Management conducts periodic reviews to verify that the requirements noted above are met and that the appropriate legal agreements are in place to protect a fund’s interests in the collateral.
We believe our credit review process, collateral requirements and operating controls are well designed to manage counterparty risk associated with repo transactions.
With a bilateral repo transaction, a pension fund, insurance company or other cash lender buys securities from a cash borrower on the condition that the borrower will repurchase the securities at an agreed-upon price and date. On the trade date, the borrower delivers the securities to the cash lender, who simultaneously pays the cash to the borrower. The process is reversed on the repurchase date, when the lender returns the securities to the borrower, and the borrower, in turn, transfers the borrowed funds back to the lender with interest.

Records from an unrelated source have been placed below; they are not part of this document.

/**
 * Lookup structures for one filterable attribute, kept compact for tens of thousands
 * of documents: each distinct value gets an id, each slot holds its value id in a typed
 * array (or a small list when it has several), and flags record EXISTS / NULL / EMPTY.
 * Equality, IN and ranges pick the matching value ids first, then scan the slots once;
 * facet counts walk only the matched slots.
 */
import { Bitset } from './bitset';

export function normalizeFacetString(value: string): string {
  return value.trim().toLowerCase();
}

type FacetScalar = string | number;

/** Flattens a document value into the scalar facet values it carries (booleans become "true"/"false"). */
function facetScalars(raw: unknown): FacetScalar[] {
  if (raw === null || raw === undefined) return [];
  if (Array.isArray(raw)) return raw.flatMap(facetScalars);
  if (typeof raw === 'number') return Number.isFinite(raw) ? [raw] : [];
  if (typeof raw === 'boolean') return [String(raw)];
  if (typeof raw === 'string') return [raw];
  return [];
}

function isEmptyValue(raw: unknown): boolean {
  if (raw === '') return true;
  if (Array.isArray(raw)) return raw.length === 0;
  return typeof raw === 'object' && raw !== null && Object.keys(raw).length === 0;
}

const NO_VALUE = -1;
const SEVERAL_VALUES = -2;
const EXISTS = 1;
const NULL = 2;
const EMPTY = 4;

export class FacetIndex {
  /** Per slot: a value id, NO_VALUE, or SEVERAL_VALUES (then see `several`). */
  private ids = new Int32Array(1024).fill(NO_VALUE);
  private flags = new Uint8Array(1024);
  private readonly several: Array<number[] | undefined> = [];
  /** Value table: id → display label (the first spelling seen) and the number it stands for (NaN for text). */
  private readonly labels: string[] = [];
  private readonly numbers: number[] = [];
  private readonly idByKey = new Map<string, number>();

  add(slot: number, raw: unknown): void {
    if (raw === undefined) return;
    this.ensureCapacity(slot + 1);
    this.flags[slot] = EXISTS | (raw === null ? NULL : 0) | (isEmptyValue(raw) ? EMPTY : 0);
    const ids = [...new Set(facetScalars(raw).map((scalar) => this.valueId(scalar)))];
    if (ids.length === 1) this.ids[slot] = ids[0];
    else if (ids.length > 1) {
      this.ids[slot] = SEVERAL_VALUES;
      this.several[slot] = ids;
    }
  }

  remove(slot: number): void {
    if (slot >= this.ids.length) return;
    this.ids[slot] = NO_VALUE;
    this.flags[slot] = 0;
    this.several[slot] = undefined;
  }

  /** Slots holding `value`, compared as text (case-insensitive) and, when it reads as a number, as a number. */
  equals(values: string[], capacity: number): Bitset {
    const wanted = new Uint8Array(this.labels.length);
    for (const value of values) {
      const textId = this.idByKey.get(`s:${normalizeFacetString(value)}`);
      if (textId !== undefined) wanted[textId] = 1;
      const n = parseNumber(value);
      const numberId = n === null ? undefined : this.idByKey.get(`n:${n}`);
      if (numberId !== undefined) wanted[numberId] = 1;
    }
    return this.slotsWith(wanted, capacity);
  }

  range(from: number, fromInclusive: boolean, to: number, toInclusive: boolean, capacity: number): Bitset {
    const wanted = new Uint8Array(this.labels.length);
    this.numbers.forEach((n, id) => {
      const aboveFrom = fromInclusive ? n >= from : n > from;
      const belowTo = toInclusive ? n <= to : n < to;
      if (aboveFrom && belowTo) wanted[id] = 1;
    });
    return this.slotsWith(wanted, capacity);
  }

  exists(capacity: number): Bitset {
    return this.slotsFlagged(EXISTS, capacity);
  }

  isNull(capacity: number): Bitset {
    return this.slotsFlagged(NULL, capacity);
  }

  isEmpty(capacity: number): Bitset {
    return this.slotsFlagged(EMPTY, capacity);
  }

  /** Counts facet values over `slots`; numeric values also yield min/max. */
  distribution(slots: ArrayLike<number>): { counts: Map<string, number>; stats: { min: number; max: number } | null } {
    const tally = new Int32Array(this.labels.length);
    for (let i = 0; i < slots.length; i++) {
      const slot = slots[i];
      const id = slot < this.ids.length ? this.ids[slot] : NO_VALUE;
      if (id >= 0) tally[id]++;
      else if (id === SEVERAL_VALUES) for (const each of this.several[slot] ?? []) tally[each]++;
    }
    const counts = new Map<string, number>();
    let min = Infinity;
    let max = -Infinity;
    tally.forEach((count, id) => {
      if (count === 0) return;
      counts.set(this.labels[id], count);
      const n = this.numbers[id];
      if (n < min) min = n;
      if (n > max) max = n;
    });
    return { counts, stats: min <= max ? { min, max } : null };
  }

  private slotsWith(wanted: Uint8Array, capacity: number): Bitset {
    const set = new Bitset(capacity);
    const end = Math.min(capacity, this.ids.length);
    for (let slot = 0; slot < end; slot++) {
      const id = this.ids[slot];
      if (id >= 0) {
        if (wanted[id] === 1) set.add(slot);
      } else if (id === SEVERAL_VALUES && this.several[slot]?.some((each) => wanted[each] === 1)) {
        set.add(slot);
      }
    }
    return set;
  }

  private slotsFlagged(flag: number, capacity: number): Bitset {
    const set = new Bitset(capacity);
    const end = Math.min(capacity, this.flags.length);
    for (let slot = 0; slot < end; slot++) if ((this.flags[slot] & flag) !== 0) set.add(slot);
    return set;
  }

  private valueId(scalar: FacetScalar): number {
    const key = typeof scalar === 'number' ? `n:${scalar}` : `s:${normalizeFacetString(scalar)}`;
    let id = this.idByKey.get(key);
    if (id === undefined) {
      id = this.labels.length;
      this.idByKey.set(key, id);
      this.labels.push(String(scalar));
      this.numbers.push(typeof scalar === 'number' ? scalar : NaN);
    }
    return id;
  }

  private ensureCapacity(size: number): void {
    if (size <= this.ids.length) return;
    const length = Math.max(size, this.ids.length * 2);
    const ids = new Int32Array(length).fill(NO_VALUE);
    ids.set(this.ids);
    const flags = new Uint8Array(length);
    flags.set(this.flags);
    this.ids = ids;
    this.flags = flags;
  }
}

export function parseNumber(text: string): number | null {
  if (text.trim() === '') return null;
  const n = Number(text);
  return Number.isFinite(n) ? n : null;
}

The second type of repo is the tri-party repurchase agreement. A tri-party repo differs from a bilateral repo in that a third party, a tri-party custodian bank acts as an intermediary between the borrower and the lender. The tri-party custodian bank holds the collateral, the securities, sold by the borrower to the lender. A tri-party repo creates operational efficiencies such as transaction settlement, custody of securities and collateral valuation.
Differences between REPOs and Lending
Securities lending, like repo, is a type of securities financing transaction (SFT). The two types of instrument have many similarities and can often be used as functional substitutes for each other.

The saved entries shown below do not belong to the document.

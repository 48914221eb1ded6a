import { createHash, createHmac } from 'node:crypto';
import { promisify } from 'node:util';
import { brotliCompress, constants, gzip } from 'node:zlib';
import Negotiator from 'negotiator';
import { decode } from 'next-auth/jwt';
import { Pool } from 'pg';
import { databaseReachable } from '@/lib/db-health';
import { authSecret } from '@/lib/env';
import { pagePolicy } from '@/lib/http/page-policy';
import { SECURITY_HEADERS } from '@/lib/http/security-headers';
import { searchRecipesWithHints } from '@/lib/search/client';
import { parseSearchParamsLeniently } from '@/lib/search/schemas';

/**
 * Pages rendered once and kept. A public or unlisted recipe's head page and its version pages look
 * the same to everyone in the server's HTML (who is signed in, their stars and follows, the owner's
 * actions and the forms are client islands that ask /api/me and friends), so each worker renders one
 * copy per state of the recipe, signed out, and answers every later reader from memory: signed-out
 * readers, and signed-in ones for whom the state query finds nothing only they may see. A member's
 * page is kept the same way for signed-out readers, and so is a search page: its server HTML is the
 * address a reader asked for and the search engine's answer to it, so it is kept per address and
 * answer. The home page, /about and the guides show nothing but the build's own text, so one copy
 * serves everyone until the next build.
 *
 * A recipe page's cache key is its path plus a fingerprint of every row the page shows (the recipe, its
 * owner, comments, stars, brew days, photos and their moderation, proposals with both their recipes
 * and their proposer, versions and the names of everyone who wrote one, the listed forks' count,
 * the fork source), read in one query per request; a member page's is the member, their recipes and
 * the forks of them, the sources of their own forks, their follower counts, and their brew days with
 * each one's recipe, tastings and photos; a search page's is the engine's whole answer to a
 * signed-out reader's search (hits, totals, facet counts, hints; not its timing), asked on every
 * request, so a recipe hidden or made private leaves the kept search pages as soon as it leaves the
 * index. Any change (a new version, comment, star, fork, brew day, proposal, a moderator hiding
 * something, the owner making the recipe private, a suspension) gives a new fingerprint, so the
 * next request renders afresh: moderation and privacy win at once, on every worker, with no message
 * between them. Private and hidden recipes are never kept, and nothing
 * only the owner, a moderator or one member may see is ever in a kept page.
 *
 * Kept pages carry no nonce: their policy lists the SHA-256 hash of each inline script the framework
 * wrote into that exact HTML, so no other inline script can run. Each is kept gzipped (and
 * brotli-compressed once a reader asks for that), so a reader's answer is a copy of bytes.
 *
 * `keptAnswer` is the whole answer; proxy.ts gives it, and so does scripts/request-guard.mjs
 * (through `KEPT_PAGE_HOOK`, set in instrumentation.ts) before Next.js routes the request at all.
 */
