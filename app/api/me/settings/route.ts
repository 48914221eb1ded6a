import { settingsSchema } from '@/lib/community/schemas';
import { getSettings, updateSettings } from '@/lib/community/settings';
import { route } from '@/lib/http/route';

// GET /api/me/settings – the member's profile, units, brewhouse defaults and e-mail choices
export const GET = route({ access: 'user' }, async ({ viewer }) => ({ settings: await getSettings(viewer) }));

// PUT /api/me/settings – change them all at once
export const PUT = route({ access: 'user', body: settingsSchema }, async ({ viewer, body }) => ({
  settings: await updateSettings(viewer, body),
}));

export const dynamic = 'force-dynamic';
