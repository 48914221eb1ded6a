import { eq, sql } from 'drizzle-orm';
import { describe, expect, it } from 'vitest';
import { db } from '@/db';
import { moderationActions, reports, users } from '@/db/schema';
import { TestClient } from '../helpers/http';
import { createRecipeVia, paleAle } from '../helpers/recipes';
import { signedInClient } from '../helpers/users';
import { commentsOf, commentVia, textOf } from './helpers';

interface QueueBody {
  reports: { targetType: string; targetId: string; reports: { id: string; note: string }[] }[];
}

async function reportVia(client: TestClient, targetType: string, targetId: string, note = '') {
  return client.post<{ id: string; error?: { message: string } }>('/api/reports', {
    targetType,
    targetId,
    reason: 'spam',
    note,
  });
}

describe('reports and the moderation queue', () => {
  it('hides a reported recipe from everyone but its owner (with the reason) and moderators, and logs it', async () => {
    const { client: spammer } = await signedInClient();
    const { client: reader } = await signedInClient();
    const { client: moderator, user: mod } = await signedInClient('moderator');
    const spam = await createRecipeVia(spammer, { document: paleAle({ title: 'Queue Spam Watches Ale' }) });
    const forked = await reader.post<{ recipe: { id: string } }>(`/api/versions/${spam.version.id}/fork`, {
      title: 'Innocent Fork',
      visibility: 'public',
    });
    const report = await reportVia(reader, 'recipe', spam.recipe.id, 'Selling watches');
    expect(report.status).toBe(201);
    expect((await reportVia(reader, 'recipe', spam.recipe.id)).status).toBe(409);
    const queue = await moderator.get<QueueBody>('/api/moderation/queue');
    const item = queue.body.reports.find((r) => r.targetId === spam.recipe.id);
    expect(item?.reports[0].note).toBe('Selling watches');

    expect(
      (await moderator.post(`/api/moderation/reports/${report.body.id}`, { action: 'hide', reason: '' })).status,
    ).toBe(400);
    const hidden = await moderator.post(`/api/moderation/reports/${report.body.id}`, {
      action: 'hide',
      reason: 'Advertising, not a recipe',
    });
    expect(hidden.status).toBe(200);

    for (const viewer of [reader, new TestClient()]) {
      expect((await viewer.get(`/api/recipes/${spam.recipe.id}`)).status).toBe(404);
      expect((await viewer.fetch(`/recipes/${spam.recipe.slug}`)).status).toBe(404);
      const listed = await viewer.get<{ recipes: { id: string }[] }>('/api/recipes');
      expect(listed.body.recipes.map((r) => r.id)).not.toContain(spam.recipe.id);
    }
    const lineage = await reader.get<{ recipes: { title: string; slug: string | null; hidden: boolean }[] }>(
      `/api/recipes/${forked.body.recipe.id}/lineage`,
    );
    expect(lineage.body.recipes).toContainEqual(
      expect.objectContaining({ title: 'Hidden recipe', slug: null, hidden: true }),
    );
    const ownView = textOf(await (await spammer.fetch(`/recipes/${spam.recipe.slug}`)).text());
    expect(ownView).toContain('Moderators hid this recipe: Advertising, not a recipe');
    expect((await moderator.get(`/api/recipes/${spam.recipe.id}`)).status).toBe(200);

    const logged = await db.select().from(moderationActions).where(eq(moderationActions.targetId, spam.recipe.id));
    expect(logged).toMatchObject([{ action: 'hide_recipe', actorId: mod.id, reason: 'Advertising, not a recipe' }]);
    const [row] = await db.select().from(reports).where(eq(reports.id, report.body.id));
    expect(row).toMatchObject({ status: 'hidden', resolvedById: mod.id });
  });

  it('refuses a second moderator acting on the same report at the same moment', async () => {
    const { client: spammer } = await signedInClient();
    const { client: reader } = await signedInClient();
    const { client: modA } = await signedInClient('moderator');
    const { client: modB } = await signedInClient('moderator');
    const spam = await createRecipeVia(spammer);
    const report = await reportVia(reader, 'recipe', spam.recipe.id);
    const [a, b] = await Promise.all([
      modA.post<{ error?: { message: string } }>(`/api/moderation/reports/${report.body.id}`, {
        action: 'hide',
        reason: 'Spam',
      }),
      modB.post<{ error?: { message: string } }>(`/api/moderation/reports/${report.body.id}`, {
        action: 'dismiss',
        reason: '',
      }),
    ]);
    expect([a.status, b.status].sort()).toEqual([200, 409]);
    const refused = a.status === 409 ? a : b;
    expect(refused.body.error?.message).toMatch(/already handled by .+/);
    expect(await db.$count(moderationActions, eq(moderationActions.targetId, spam.recipe.id))).toBe(1);
  });

  it('hides a reported comment from others while its author sees it with the reason', async () => {
    const { client: owner } = await signedInClient();
    const { client: author } = await signedInClient();
    const { client: reader } = await signedInClient();
    const { client: moderator } = await signedInClient('moderator');
    const recipe = await createRecipeVia(owner);
    const c = await commentVia(author, recipe.recipe.id, 'Rude words');
    const report = await reportVia(reader, 'comment', c.body.comment.id);
    await moderator.post(`/api/moderation/reports/${report.body.id}`, { action: 'hide', reason: 'Be kind' });
    expect((await commentsOf(reader, recipe.recipe.id)).map((x) => x.id)).not.toContain(c.body.comment.id);
    expect((await commentsOf(author, recipe.recipe.id))[0]).toMatchObject({
      state: 'hidden',
      hiddenReason: 'Be kind',
      body: 'Rude words',
    });
    expect(textOf(await (await author.fetch(`/recipes/${recipe.recipe.slug}`)).text())).toContain(
      'Moderators hid this comment: Be kind',
    );
    expect((await reportVia(reader, 'comment', c.body.comment.id)).status).toBe(404);
  });

  it('refuses reports on what the member cannot see, on themselves, and bad input, with clear messages', async () => {
    const { client: owner, user: ownerUser } = await signedInClient();
    const { client: reader } = await signedInClient();
    const priv = await createRecipeVia(owner, { visibility: 'private' });
    const res = await reportVia(reader, 'recipe', priv.recipe.id);
    expect(res.status).toBe(404);
    expect(res.body.error?.message).toBe('No such recipe.');
    expect((await reportVia(owner, 'member', ownerUser.id)).status).toBe(400);
    const bad = await reader.post<{ error: { fields: { path: string }[] } }>('/api/reports', {
      targetType: 'kettle',
      targetId: '',
      reason: 'meh',
    });
    expect(bad.status).toBe(400);
    expect(bad.body.error.fields.map((f) => f.path).sort()).toEqual(['reason', 'targetId', 'targetType']);
    expect(
      (await new TestClient().post('/api/reports', { targetType: 'recipe', targetId: priv.recipe.id, reason: 'spam' }))
        .status,
    ).toBe(401);
  });

  it('lets only moderators moderate, and never lets the queue suspend an admin or a moderator suspend a moderator', async () => {
    const { client: reader } = await signedInClient();
    const { client: member } = await signedInClient();
    const { client: moderator } = await signedInClient('moderator');
    const { client: admin } = await signedInClient('admin');
    const { user: otherMod } = await signedInClient('moderator');
    const { user: otherAdmin } = await signedInClient('admin');
    const modReport = await reportVia(reader, 'member', otherMod.id);
    const adminReport = await reportVia(reader, 'member', otherAdmin.id);
    expect((await member.get('/api/moderation/queue')).status).toBe(403);
    expect((await member.post(`/api/moderation/reports/${modReport.body.id}`, { action: 'dismiss' })).status).toBe(403);
    const modOnMod = await moderator.post<{ error: { message: string } }>(
      `/api/moderation/reports/${modReport.body.id}`,
      { action: 'suspend', reason: 'x' },
    );
    expect(modOnMod.status).toBe(403);
    expect(modOnMod.body.error.message).toBe('Only an admin can suspend a moderator.');
    const onAdmin = await admin.post<{ error: { message: string } }>(`/api/moderation/reports/${adminReport.body.id}`, {
      action: 'suspend',
      reason: 'x',
    });
    expect(onAdmin.status).toBe(403);
    expect(onAdmin.body.error.message).toMatch(/admin cannot be suspended/);
    expect(
      (await moderator.put(`/api/users/${otherAdmin.id}/suspension`, { suspended: true, reason: 'x' })).status,
    ).toBe(403);
    const [still] = await db.select().from(users).where(eq(users.id, otherMod.id));
    expect(still.suspendedAt).toBeNull();
    expect(
      (await admin.post(`/api/moderation/reports/${modReport.body.id}`, { action: 'suspend', reason: 'Spamming' }))
        .status,
    ).toBe(200);
  });

  it('suspends a spammer from the queue: content hidden, sessions ended, logged', async () => {
    const { client: spammer, user: spamUser } = await signedInClient();
    const { client: reader } = await signedInClient();
    const { client: moderator } = await signedInClient('moderator');
    const spam = await createRecipeVia(spammer);
    const report = await reportVia(reader, 'recipe', spam.recipe.id);
    expect(
      (await moderator.post(`/api/moderation/reports/${report.body.id}`, { action: 'suspend', reason: 'Spam account' }))
        .status,
    ).toBe(200);
    expect(await spammer.isSignedIn()).toBe(false);
    const actions = await db
      .select({ action: moderationActions.action })
      .from(moderationActions)
      .where(sql`${moderationActions.targetId} in (${spam.recipe.id}, ${spamUser.id})`);
    expect(actions.map((a) => a.action).sort()).toEqual(['hide_recipe', 'suspend_user']);
  });

  it('keeps the moderation log append-only and lets admins read and filter it', async () => {
    const { client: admin } = await signedInClient('admin');
    const { client: moderator } = await signedInClient('moderator');
    const { client: owner } = await signedInClient();
    const { client: reader } = await signedInClient();
    const recipe = await createRecipeVia(owner);
    const report = await reportVia(reader, 'recipe', recipe.recipe.id);
    await moderator.post(`/api/moderation/reports/${report.body.id}`, { action: 'dismiss', reason: 'Fine recipe' });
    for (const statement of [
      sql`update moderation_actions set reason = 'changed'`,
      sql`delete from moderation_actions`,
    ]) {
      const err = (await db.execute(statement).catch((e: Error & { cause?: Error }) => e)) as Error & { cause?: Error };
      expect(err).toBeInstanceOf(Error);
      expect(err.cause?.message ?? err.message).toMatch(/append-only/);
    }
    const log = await admin.get<{ actions: { action: string; targetId: string }[] }>(
      '/api/moderation/actions?action=dismiss_reports',
    );
    expect(log.body.actions.every((a) => a.action === 'dismiss_reports')).toBe(true);
    expect(log.body.actions.map((a) => a.targetId)).toContain(recipe.recipe.id);
    expect((await moderator.get('/api/moderation/actions')).status).toBe(403);
    expect((await admin.get('/api/moderation/actions?action=DROP TABLE')).status).toBe(400);
    const page = textOf(await (await admin.fetch('/admin/moderation/log?action=dismiss_reports')).text());
    expect(page).toContain('Fine recipe');
    expect((await moderator.fetch('/admin/moderation/log')).status).toBe(404);
  });
});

In a securities lending transaction in the international market, as in repo, one party gives legal title to a security or basket of securities to another party for a limited period of time, in exchange for legal ownership of collateral (although it is also possible for the collateral to be pledged and there are still uncollateralized securities loans). The first party is called the lender, even though he is transferring legal title to the other party. Similarly, the other party is called the borrower, even if he is taking legal title to the security.

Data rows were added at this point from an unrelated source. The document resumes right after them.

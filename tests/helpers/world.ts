import { db } from '@/db';
import { comments, photos, type User } from '@/db/schema';
import { proposalFrom } from '../proposals/helpers';
import type { TestClient } from './http';
import { createRecipeVia } from './recipes';

/** Real rows of one signed-in member, so a request with a well-formed id reaches past "not found". */
export interface MemberWorld {
  recipeId: string;
  versionId: string;
  commentId: string;
  brewDayId: string;
  photoId: string;
  proposalId: string;
}

export async function memberWorld(client: TestClient, user: User): Promise<MemberWorld> {
  const recipe = await createRecipeVia(client);
  const day = await client.post<{ id: string }>('/api/brew-days', {
    versionId: recipe.version.id,
    brewedOn: '2026-02-01',
  });
  if (day.status !== 201) throw new Error(`brew day: ${day.status} ${JSON.stringify(day.body)}`);
  // Written straight to the database: the member's comment budget is for the requests under test.
  const [comment] = await db
    .insert(comments)
    .values({ recipeId: recipe.recipe.id, authorId: user.id, body: 'A comment' })
    .returning({ id: comments.id });
  const [photo] = await db
    .insert(photos)
    .values({
      brewDayId: day.body.id,
      uploaderId: user.id,
      displayKey: `world/${crypto.randomUUID()}`,
      thumbKey: `world/${crypto.randomUUID()}`,
      width: 10,
      height: 10,
      storedBytes: 10,
    })
    .returning({ id: photos.id });
  const proposal = await proposalFrom(client);
  return {
    recipeId: recipe.recipe.id,
    versionId: recipe.version.id,
    commentId: comment.id,
    brewDayId: day.body.id,
    photoId: photo.id,
    proposalId: proposal.id,
  };
}

/** The world's id for a route's [id] segment, by the resource the path names. */
export function worldIdFor(world: MemberWorld, routePath: string): string {
  const resource = routePath.split('/')[2];
  switch (resource) {
    case 'recipes':
      return world.recipeId;
    case 'versions':
      return world.versionId;
    case 'comments':
      return world.commentId;
    case 'brew-days':
      return world.brewDayId;
    case 'photos':
      return world.photoId;
    case 'proposals':
      return world.proposalId;
    default:
      // Moderation and admin paths: this member's own recipe stands in (they are refused before it matters).
      return routePath.includes('/comments/') ? world.commentId : world.recipeId;
  }
}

The collateral in securities lending can be either other securities or cash (securities lending against cash collateral looks very much like repo). The borrower pays a fee to the lender for the use of the loaned security. However, if cash is given as collateral, the lender is obliged to reinvest the cash and ‘rebate’ an agreed proportion of the reinvestment return back to the borrower. In this case, the lender usually deducts the borrowing fee he owes from the rebate interest that he pays to the borrower, rather than paying it separately, so the fee is implicit in the rebate rate.
A key difference between repo and securities lending is that the repo market overwhelmingly uses bonds and other fixed-income instruments as collateral, whereas an important segment of the securities lending market is in equities.
Because the securities lending of equity transfers not only the legal ownership, but also the attached voting rights and corporate actions, it has become convention in the securities lending market for loaned securities (both fixed income and equities) to be subject to an express right of recall by the lender, so that he can recover securities if he wishes to exercise voting rights or respond to corporate actions. In contrast, unless a termination open is specifically agreed between the parties, repo does not allow a seller to recall his securities during the life of a transaction.
Another difference between repo and securities lending is that most repo is motivated by the need to borrow and lend cash, whereas securities lending is typically driven by the need to borrow securities. However, there is an overlap between securities lending and the specials segment of the repo market, which is also driven by the demand to borrow particular securities. And securities lending is sometimes used by securities investors to raise cash.